From 2012 to 2018, O'Loughlin was the artistic director of the Traverse Theatre, Edinburgh. In her final year as theatre director, she won ten nominations in the Critics' Awards for Theatre in Scotland across six categories.

O'Loughlin has been the vice principal and director of drama at Guildhall School of Music & Drama since 2019. Alongside this role, she also works as a freelance theatre director.

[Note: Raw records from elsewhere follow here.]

fn new_record(job: &Job<'_>, space: &Space) -> Result<RunRecord, RunError> {
    let damaged = |e: serde_json::Error| RunError::Damaged {
        path: job.out.join("run.json"),
        reason: format!("cannot be written as JSON: {e}"),
    };
    // Where the technology file lies is no part of what a run is.
    let mut study = serde_json::to_value(job.study).map_err(damaged)?;
    if let Some(map) = study.as_object_mut() {
        map.shift_remove("technology");
    }
    let cores = std::thread::available_parallelism().map_or(1, usize::from);
    Ok(RunRecord {
        schema: SCHEMA,
        version: env!("CARGO_PKG_VERSION").into(),
        study: job.study.clone(),
        technology: job.technology.clone(),
        study_hash: digest(&study).map_err(damaged)?,
        technology_hash: digest(job.technology).map_err(damaged)?,
        seed: job.study.search.seed,
        objectives: job.study.search.objectives.clone(),
        host_cores: cores,
        threads: job.threads.unwrap_or(cores),
        started_unix_s: now(),
        ended_unix_s: None,
        part: job.part.map(|p| p.to_string()),
        cells: space::cells(space).len(),
        cells_finished: 0,
        evaluations: 0,
        front_size: 0,
        hypervolume: 0.0,
        hypervolume_reference: hypervolume_reference(job.study, job.setup, space),
        residuals: None,
        ended_because: "still running".into(),
    })
}

/// Refuses to go on with a run of something else, and says what differs.
fn same_run(path: &Path, there: &Value, here: &RunRecord) -> Result<(), RunError> {
    let mut differences = Vec::new();
    let here_value = serde_json::to_value(here).map_err(|e| RunError::Damaged {
        path: path.join("run.json"),
        reason: e.to_string(),
    })?;
    if there["version"] != here_value["version"] {
        differences.push(format!(
            "program version {} (this is {})",
            there["version"], here_value["version"]
        ));
    }
    for (what, hash) in [("study", "study_hash"), ("technology", "technology_hash")] {
        if there[hash] != here_value[hash] {
            let place = first_difference(what, &there[what], &here_value[what]);
            differences.push(format!(
                "another {what}{}",
                place.map_or(String::new(), |p| format!(" ({p})"))
            ));
        }
    }
    if there["part"] != here_value["part"] {
        differences.push(format!(
            "part {} (this is {})",
            there["part"], here_value["part"]
        ));
    }
    if differences.is_empty() {
        Ok(())
    } else {
        Err(RunError::Different {
            path: path.to_owned(),
            differences: differences.join(", "),
        })
    }
}

fn first_difference(path: &str, a: &Value, b: &Value) -> Option<String> {
    match (a, b) {
        (Value::Object(x), Value::Object(y)) => x
            .iter()
            .filter(|(key, _)| path != "study" || key.as_str() != "technology")
            .find_map(|(key, value)| {
                first_difference(
                    &format!("{path}.{key}"),
                    value,
                    y.get(key).unwrap_or(&Value::Null),
                )
            })
            .or_else(|| {
                let extra = y.keys().find(|k| !x.contains_key(*k))?;
                Some(format!("{path}.{extra} is new"))
            }),
        _ if a == b => None,
        _ => Some(format!("{path} was {a}, is {b}")),
    }
}

fn search_missing(
    job: &Job<'_>,
    space: &Space,
    record: &RunRecord,
    folder: &RunFolder,
    missing: &[Cell],
    stop: &AtomicBool,
    observer: &impl Observer,
) -> Result<(), RunError> {
    if missing.is_empty() {
        return Ok(());
    }
    let pool = rayon::ThreadPoolBuilder::new()
        .num_threads(record.threads)
        .build()
        .map_err(|e| RunError::Io {
            path: PathBuf::from("threads"),
            error: std::io::Error::other(e),
        })?;
    let failed: Mutex<Option<RunError>> = Mutex::new(None);
    pool.install(|| {
        let context = Context::new(job.setup, space, &record.objectives, record.seed);
        // One cell at a time a thread: cells differ in cost, and a kill should lose as little as it can.
        missing.par_iter().with_max_len(1).for_each(|cell| {
            if stop.load(Ordering::Relaxed) {
                return;
            }
            let Some(front) = search_cell(&context, cell, stop) else {
                return;
            };
            let cell_record = cell_record(record, front);
            match folder.write_cell(&cell_record) {
                Ok(()) => observer.finished(&cell_record),
                Err(error) => {
                    stop.store(true, Ordering::Relaxed);
                    if let Ok(mut slot) = failed.lock() {
                        slot.get_or_insert(error);
                    }
                }
            }
        });
    });
    match failed.into_inner() {
        Ok(Some(error)) => Err(error),
        _ => Ok(()),
    }
}

fn cell_record(run: &RunRecord, front: CellFront) -> CellRecord {
    let cell = front.cell;
    let designs: Vec<DesignRecord> = front
        .points
        .into_iter()
        .enumerate()
        .map(|(place, point)| DesignRecord {
            id: format!("{:05}-{place:03}", cell.index),
            cell: cell.index,
            residual: point.residual,
            certified: point.residual <= CERTIFIED_RESIDUAL,
            evaluation: point.evaluation,
        })
        .collect();
    CellRecord {
        cell: cell.index,
        loaded_q: cell.loaded_q,
        supply_v: cell.supply_v,
        evaluations: front.evaluations,
        hypervolume: front_hypervolume(&run.objectives, &run.hypervolume_reference, &designs),
        designs,
    }
}

fn close(record: &mut RunRecord, summary: &Summary, cells: usize) {
    record.ended_unix_s = Some(now());
    record.cells_finished = summary.finished;
    record.evaluations = summary.evaluations;
    record.front_size = summary.front.len();
    record.hypervolume = summary.hypervolume;
    record.residuals = summary.residuals;
    record.ended_because = if summary.finished == cells && record.part.is_some() {
        "every cell of this part searched".into()
    } else {
        "every cell searched".into()
    };
}

/// What two figures show: losses against width around the most efficient design, and one period of it.
fn illustrations(
    job: &Job<'_>,
    folder: &RunFolder,
    summary: &Summary,
) -> Result<(Option<WidthSweep>, Option<PeriodRecord>), RunError> {
    /// Widths of the sweep, from a fifth to five times the design's.
    const WIDTHS: usize = 61;
    const SAMPLES: usize = 720;
    let Some(best) = summary.front.first() else {
        return Ok((None, None));
    };
    let design = &best.evaluation.design;
    let widths: Vec<f64> = (0..WIDTHS)
        .map(|i| design.nmos_width_m * 5f64.powf(2.0 * i as f64 / (WIDTHS - 1) as f64 - 1.0))
        .collect();
    let evaluations = widths
        .par_iter()
        .map(|&nmos_width_m| {
            let varied = Design {
                nmos_width_m,
                ..design.clone()
            };
            evaluate(job.setup, &varied)
        })
        .collect();
    let sweep = WidthSweep {
        id: best.id.clone(),
        nmos_width_m: widths,
        evaluations,
    };
    folder.write_json("figures/width_sweep.json", &sweep)?;
    let period = loop_waveform(job.setup, design, SAMPLES).map(|waveform| PeriodRecord {
        id: best.id.clone(),
        frequency_hz: job.setup.frequency_hz,
        supply_v: design.supply_v,
        dead_time: design.dead_time,
        waveform,
    });
    if let Some(period) = &period {
        folder.write_json("figures/period.json", period)?;
    }
    Ok((Some(sweep), period))
}

/// Makes one run folder of parts: every part of the same run, every cell there and sound.
///
/// # Errors
/// [`RunError::Parts`] naming what is missing or different, and all of [`run`].
pub fn join(
    job: &Job<'_>,
    parts: &[PathBuf],
    observer: &impl Observer,
) -> Result<Finished, RunError> {
    let space = job.study.space.as_ref().ok_or(RunError::NoSpace)?;
    let wanted = new_record(job, space)?;
    for part in parts {
        let mut there = read_run(part)?;
        there["part"] = Value::Null;
        same_run(part, &there, &wanted)?;
    }
    let cells = space::cells(space);
    let mut missing = Vec::new();
    let mut records = Vec::with_capacity(cells.len());
    for cell in &cells {
        let mut found = None;
        for part in parts {
            if read_cell(part, cell.index)?.is_some() {
                found = Some(part.join(cell_name(cell.index)));
                break;
            }
        }
        match found {
            Some(path) => records.push(path),
            None => missing.push(cell.index.to_string()),
        }
    }
    if !missing.is_empty() {
        return Err(RunError::Parts(format!(
            "{} of {} cells are in none of the parts: {}; finish those parts first",
            missing.len(),
            cells.len(),
            missing.join(", ")
        )));
    }
    let folder = if job.out.join("run.json").exists() {
        // A join that did not end is done again.
        let folder = RunFolder::open(job.out)?;
        same_run(job.out, &read_run(job.out)?, &wanted)?;
        folder
    } else {
        RunFolder::create(job.out)?
    };
    let begun = folder.write_json("run.json", &wanted);
    begun.map_err(RunError::before_work)?;
    for (cell, path) in cells.iter().zip(&records) {
        let bytes = std::fs::read(path).map_err(|error| RunError::Io {
            path: path.clone(),
            error,
        })?;
        folder.write(&cell_name(cell.index), &bytes)?;
    }
    drop(folder);
    let job = Job {
        resume: true,
        part: None,
        ..*job
    };
    run(&job, &AtomicBool::new(false), observer)
}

The Observer listed O'Loughlin as one of the top 50 cultural leaders in the U.K and she was included in The List Hot 100 of Women in the Arts. She is a regular subject for print and digital media and has appeared on BBC Radio 4’s Woman’s Hour, The Today Programme and was the subject of the BBC Radio Documentary Stark Talk covering her life and work. O'Loughlin continues to deliver masterclasses and workshops across the world and has sat on a range of award panels including: James Tait Black Award for Drama, Windham Campbell and the Linbury Prize.

==Directing credits==

| Year | Production | Company/venue |
| 2007 | Kebab | Dublin International Festival, Royal Court Theatre |
| The Hound of the Baskerville | West Yorkshire Playhouse, national tour, West End |
| 2011 | Relatively Speaking, Blithe Spirit, Black Comedy | Watermill Theatre |
| For Once | Hampstead Theatre, national tour |
| 2012 | How Much is your Iron? | Young Vic |
| 2014 | Clean and A Respectable Widow takes to Vulgarity | Traverse Theatre, Oran Mor, Theatre 59E59, NYC |
| Spoiling | Traverse Theatre, Theatre Royal Stratford East |
| 2015 | Swallow | Traverse Theatre |
| 2016 | Milk | Traverse Theatre |
| Grain in the Blood | Traverse Theatre |
| 2017 | Meet Me at Dawn | Traverse Theatre |
| Locker Room Talk | Traverse Theatre, Latitude Festival, Abbey Theatre, Scottish Parliament, tour |
| 2018 | What Girls Are Made Of | Traverse Theatre, Tramway, international tour |
| Mouthpiece | Traverse Theatre, Soho Theatre |
| The Artist Man and the Mother Woman | Traverse Theatre |
| 2023 | The Time Machine | National tour |
| 2024 | Enough of Him | Not presented |
| 2025 | A Play, a Pint and a Pie | Traverse Theatre |
| Wallace | Traverse |
| 2026 | Ciara | Traverse Theatre, Citizens Theatre |
|  | Origins | Pleasance, Theatre Severn, national tour |
|  | Small Talk: Big Picture | Royal Court Theatre, ICA, BBC World Service |
|  | Shuffle | Merry Hill Shopping Centre |
|  | Underland | Clearwell Caves |
|  | A Dulditch Angel | National tour |
|  | The Fire Raisers | BAC |

==Awards==
Her work has received Fringe Firsts, including Swallow in 2015, Herald Angels and Critics Awards for Theatre in Scotland and she is previous winner of the James Menzies Kitchin Directors Award and recipient of the Carlton Bursary at the Donmar Warehouse.